The inclusion of the ALPINE Ascent filter module for SOSflow had no observable impact on overall application execution time, being significantly less than variance observed between experimental runs both with and without the filter. The filter module is executed at the end of each simulation cycle, from the first iteration through to the simulation conclusion. Manual instrumentation was added to the SOSflow filter to measure the time spent inside the filter’s execute method, where all simulation geometry and performance metrics were gathered for our study.

Fig. 7.
figure 7

Filter execution (1–4 ms) over 710 LULESH cycles.

Fig. 8.
figure 8

Many metrics can be projected from one run. Here we see (top to bottom) user CPU ticks, system CPU ticks, and bytes read during 710 cycles of 512 LULESH ranks distributed across 32 nodes.

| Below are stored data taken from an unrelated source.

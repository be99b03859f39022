/**
 * Vendor-level explanations: when several breaches of one metric are reproduced by the same
 * change, that is one cause, said once — the sentence that goes into a ticket.
 */
export interface VendorPattern {
  readonly metric: string;
  readonly changes: Readonly<Record<string, unknown>>;
  /** Breaches of the metric this change reproduces, and all breaches of the metric. */
  readonly explained: number;
  readonly breaches: number;
  readonly sentence: string;
}

interface BreachForPatterns {
  readonly metric: string;
  readonly explanations: ReadonlyArray<{ readonly kind: string; readonly changes?: Readonly<Record<string, unknown>> }>;
}

/** A shared cause needs at least this many breaches; a single one is its own explanation. */
const MIN_SHARED = 2;

/** For each metric, the change that reproduces the most of its breaches (when shared), most first. */
export function vendorPatterns(breaches: readonly BreachForPatterns[]): VendorPattern[] {
  const byMetric = new Map<string, BreachForPatterns[]>();
  for (const breach of breaches) byMetric.set(breach.metric, [...(byMetric.get(breach.metric) ?? []), breach]);
  const patterns: VendorPattern[] = [];
  for (const [metric, list] of byMetric) {
    const counts = new Map<string, { changes: Readonly<Record<string, unknown>>; count: number }>();
    for (const breach of list) {
      const seen = new Set<string>();
      for (const explanation of breach.explanations) {
        if (explanation.kind !== 'convention' || !explanation.changes) continue;
        const signature = JSON.stringify(explanation.changes);
        if (seen.has(signature)) continue;
        seen.add(signature);
        const entry = counts.get(signature) ?? { changes: explanation.changes, count: 0 };
        entry.count++;
        counts.set(signature, entry);
      }
    }
    const best = [...counts.values()].sort((a, b) => b.count - a.count)[0];
    if (best && best.count >= MIN_SHARED) {
      patterns.push({ metric, changes: best.changes, explained: best.count, breaches: list.length, sentence: sentenceOf(metric, best.changes, best.count, list.length) });
    }
  }
  return patterns.sort((a, b) => b.explained - a.explained || a.metric.localeCompare(b.metric));
}

function sentenceOf(metric: string, changes: Readonly<Record<string, unknown>>, explained: number, breaches: number): string {
  const change = Object.entries(changes)
    .map(([dimension, value]) => `${dimension} ${String(value)}`)
    .join(' and ');
  return `This vendor's ${metric} figures are reproduced with ${change}: ${explained} of ${breaches} breaches explained.`;
}

/**
 * A breach's explanations with the vendor's shared cause for its metric first, when the breach
 * has it among its explanations: of two conventions that both reproduce one figure, the one that
 * reproduces the vendor's other figures is the likelier.
 */
export function sharedCauseFirst<E extends { readonly kind: string; readonly changes?: Readonly<Record<string, unknown>> }>(
  metric: string,
  explanations: readonly E[],
  patterns: readonly VendorPattern[],
): E[] {
  const pattern = patterns.find((p) => p.metric === metric);
  if (!pattern) return [...explanations];
  const signature = JSON.stringify(pattern.changes);
  const shared = explanations.findIndex((e) => e.kind === 'convention' && JSON.stringify(e.changes) === signature);
  if (shared <= 0) return [...explanations];
  return [explanations[shared], ...explanations.slice(0, shared), ...explanations.slice(shared + 1)];
}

When gathering only the simulation geometry, filter execution never exceeded 2ms per simulation cycle. We collected performance information for our projections by reading from the /proc/[pid] files of each rank. These readings were made from within the SOSflow filter, and published to SOSflow alongside the collected geometry. Collecting 31 system metrics and application counters added additional overhead, but the filter time but did not exceed 4ms for any of the projections shown in this paper. The filter’s execution time was logged as a performance metric alongside the other in situ performance data, and is visualized for LULESH in Fig. 7.

7 Conclusion

Services from both SOSflow and ALPINE were successfully integrated to provide a scalable in situ (online) geometry extraction and performance data projection capability.

7.1 Future Work

Workflows that use the ALPINE framework but have complex irregular meshes, feature overlapping “halo regions”, or that operate over non-continuous regions of space within a single process, may require additional effort to extract geometry from, depending on the organization of spatial descriptions they employ. ALPINE uses the Vtk-m [16] library for its operations over simulation mesh data. The addition of a general convex hull algorithm to Vtk-m will simplify the task of uniformly describing any spatial extent[s] being operated on by a process using ALPINE for its visualization pipeline.

The VisIt UI can be extended to support additional interactivity with the SOSflow runtime. UI elements to submit custom SQL queries to SOSflow would enhance the online data exploration utility of VisIt. SOSflow’s interactive code steering mechanisms allow for feedback messages and payloads to be delivered to subscribing applications at runtime. With some basic additions to the VisIt UI, these mechanisms could be triggered by a VisIt user based on what they observe in the performance projections, sending feedback to targeted workflow components from within the VisIt UI.

While the geometry capture and performance data projection in this initial work has a scalable in situ design, the final rendering of the performance data into an image takes place on a single node. Future iterations of this performance visualization work will explore the use of in situ visualization techniques currently employed to render scientific data from simulations [14]. These emerging in situ rendering technologies will allow for live views of performance data projected over simulation geometry at the furthest extreme scales to which our simulations are being pressed.